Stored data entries
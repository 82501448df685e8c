#include "survey/lines.hpp"

#include <doctest/doctest.h>

#include <algorithm>
#include <cmath>
#include <random>

#include "setting.hpp"

using namespace gg;

namespace {

Plan yard(double spacing, double line_bearing, double target_bearing) {
    Plan plan = three_layers();
    plan.lanes.outline = {{0, 0}, {20, 0}, {20, 15}, {0, 15}};
    plan.lanes.spacing = spacing;
    plan.lanes.bearing = line_bearing;
    plan.target.bearing = target_bearing;
    plan.target.length = 1000.0;
    return plan;
}

bool in_box(SitePoint p) { return p.x > -1e-6 && p.x < 20 + 1e-6 && p.y > -1e-6 && p.y < 15 + 1e-6; }

}  // namespace

TEST_CASE("area and centroid are those of the shoelace formula, whatever the sense and wherever the site lies") {
    const std::vector<SitePoint> ell{{0, 0}, {4, 0}, {4, 1}, {1, 1}, {1, 3}, {0, 3}};
    CHECK(area_of(ell) == doctest::Approx(6.0));
    const SitePoint c = centroid_of(ell);
    CHECK(c.x == doctest::Approx(1.5));
    CHECK(c.y == doctest::Approx(1.0));
    std::vector<SitePoint> far(ell.rbegin(), ell.rend());
    for (SitePoint& p : far) p.x += 50000.0, p.y -= 70000.0;
    CHECK(area_of(far) == doctest::Approx(6.0));
    CHECK(centroid_of(far).x == doctest::Approx(50001.5));
    CHECK(area_of({}) == 0.0);
    CHECK(area_of({{1, 1}, {2, 2}}) == 0.0);
}

TEST_CASE("a line through a hollow site is cut into its stretches") {
    const std::vector<SitePoint> u{{0, 0}, {5, 0}, {5, 4}, {3, 4}, {3, 2}, {2, 2}, {2, 4}, {0, 4}};
    const auto low = inside(u, {-1, 1}, 1, 0), high = inside(u, {-1, 3}, 1, 0);
    REQUIRE(low.size() == 1);
    CHECK(low[0].first == doctest::Approx(1.0));
    CHECK(low[0].second == doctest::Approx(6.0));
    REQUIRE(high.size() == 2);
    CHECK(high[0].second == doctest::Approx(3.0));
    CHECK(high[1].first == doctest::Approx(4.0));
    CHECK(inside(u, {-1, 9}, 1, 0).empty());
}

TEST_CASE("lines stand at the spacing, centred, inside the site, to and fro") {
    const Walk walk = walk_of(yard(0.5, 0.0, 0.0));
    CHECK(walk.lines.size() == 41);  // 20 m at 0.5 m with both edges walked
    CHECK(walk.width == doctest::Approx(20.0));
    CHECK(walk.distance == doctest::Approx(41 * 15.0));
    for (std::size_t i = 0; i < walk.lines.size(); ++i) {
        const auto& line = walk.lines[i];
        CHECK(in_box(line.from));
        CHECK(in_box(line.to));
        CHECK((line.to.y > line.from.y) == (i % 2 == 0));
        CHECK(line.from.x == doctest::Approx(0.5 * static_cast<double>(i)).epsilon(1e-6));
    }
    CHECK(walk_of(yard(3.0, 0.0, 0.0)).lines.front().from.x == doctest::Approx(1.0));  // 7 lines over 18 m of 20
}

TEST_CASE("lines of any bearing cover the site's area over the spacing") {
    for (double bearing : {0.3, 1.0, 2.2, 2.9}) {
        const Walk walk = walk_of(yard(0.25, bearing, 0.0));
        CHECK(walk.distance == doctest::Approx(20.0 * 15.0 / 0.25).epsilon(0.02));
    }
}

TEST_CASE("an array walks fewer lines and keeps all its channels on the site") {
    Plan plan = yard(1.0, 0.0, 0.5 * pi);
    plan.antenna.channels = 5;
    plan.antenna.channel_spacing = 0.2;
    const Walk walk = walk_of(plan);
    CHECK(walk.lines.size() == 20);
    CHECK(walk.tracks.size() == 100);
    for (const auto& t : walk.tracks) CHECK(in_box(t.from));
    CHECK(widest_gap(1.0, 5, 0.2) == doctest::Approx(0.2));
    CHECK(widest_gap(1.5, 5, 0.2) == doctest::Approx(0.7));
    CHECK(widest_gap(0.5, 3, 0.4) == doctest::Approx(0.3));  // passes overlap: tracks at 0, 0.3 and 0.4
    CHECK(widest_gap(0.5, 1, 0.0) == doctest::Approx(0.5));
}

TEST_CASE("hits stand where each line crosses the target, at spacing over the sine of the angle") {
    for (double angle : {0.2, 0.7, 0.5 * pi, 2.5}) {
        const Plan plan = yard(0.5, 0.4, 0.4 + angle);
        const double between = distance_between_hits(plan);
        CHECK(between == doctest::Approx(0.5 / std::abs(std::sin(angle))));
        const Crossings c = crossings_of(plan, walk_of(plan));
        REQUIRE(c.hits.size() > 2);
        for (std::size_t i = 1; i < c.at.size(); ++i)
            CHECK(c.at[i] - c.at[i - 1] == doctest::Approx(between).epsilon(1e-6));
        for (const SitePoint& hit : c.hits) CHECK(in_box(hit));
    }
}

TEST_CASE("a target along the lines is never hit, and a second set of lines finds it") {
    Plan plan = yard(0.5, 0.6, 0.6);
    CHECK(distance_between_hits(plan) == 0.0);
    const Crossings none = crossings_of(plan, walk_of(plan));
    CHECK(none.hits.empty());
    CHECK(gaps_of(none, 1.0).size() == 1);
    plan.lanes.both_ways = true;
    CHECK(distance_between_hits(plan) == doctest::Approx(0.5));
    CHECK(crossings_of(plan, walk_of(plan)).hits.size() > 10);
}

TEST_CASE("what the hits do not light is a gap") {
    Crossings c;
    c.from = {0, 0};
    c.to = {10, 0};
    c.length = 10;
    c.at = {1, 2, 5, 9.8};
    const auto gaps = gaps_of(c, 2.0);  // each hit lights 1 m either way
    REQUIRE(gaps.size() == 2);
    CHECK(gaps[0].from.x == doctest::Approx(3.0));
    CHECK(gaps[0].to.x == doctest::Approx(4.0));
    CHECK(gaps[1].from.x == doctest::Approx(6.0));
    CHECK(gaps[1].to.x == doctest::Approx(8.8));
    CHECK(gaps_of(c, 5.0).empty());
}

TEST_CASE("a target shorter than the site keeps its length about the middle") {
    Plan plan = yard(0.5, 0.0, 0.5 * pi);
    plan.target.length = 4.0;
    const Crossings c = crossings_of(plan, walk_of(plan));
    CHECK(c.length == doctest::Approx(4.0));
    CHECK(0.5 * (c.from.x + c.to.x) == doctest::Approx(10.0));
    CHECK((c.hits.size() == 8 || c.hits.size() == 9));
}

// Buffon's needle, as in Uspensky 1937: expected crossings 2 L / (pi D), whatever the length.
TEST_CASE("short targets laid at random are crossed as often as Buffon's needle") {
    std::mt19937 random(7);
    std::uniform_real_distribution<double> unit(0.0, 1.0);
    for (double share : {0.5, 1.5}) {
        double hits = 0.0;
        const int tries = 3000;
        for (int i = 0; i < tries; ++i) {
            Plan plan = yard(1.0, 0.0, pi * unit(random));
            plan.target.length = share;
            // Moving the site under the lines moves the target between them.
            const double shift = unit(random);
            plan.lanes.outline = {{0, 0}, {20, 0}, {20, 15}, {0, 15}};
            Walk walk = walk_of(plan);
            for (auto& t : walk.tracks) t.from.x += shift, t.to.x += shift;
            hits += static_cast<double>(crossings_of(plan, walk).hits.size());
        }
        // Standard error of the mean is under 0.012.
        CHECK(hits / tries == doctest::Approx(2.0 * share / pi).epsilon(0.05));
    }
}

TEST_CASE("a site that is no area gives no lines and no gaps") {
    Plan plan = yard(0.5, 0.0, 1.0);
    for (const std::vector<SitePoint>& outline :
         {std::vector<SitePoint>{}, std::vector<SitePoint>{{1, 1}}, std::vector<SitePoint>{{0, 0}, {1, 1}, {2, 2}}}) {
        plan.lanes.outline = outline;
        const Walk walk = walk_of(plan);
        CHECK(walk.lines.empty());
        CHECK(crossings_of(plan, walk).hits.empty());
    }
}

Work to complete —
A complete answer reproduces every line of the records in which the word "return" occurs.

Task response —
    return plan;
bool in_box(SitePoint p) { return p.x > -1e-6 && p.x < 20 + 1e-6 && p.y > -1e-6 && p.y < 15 + 1e-6; }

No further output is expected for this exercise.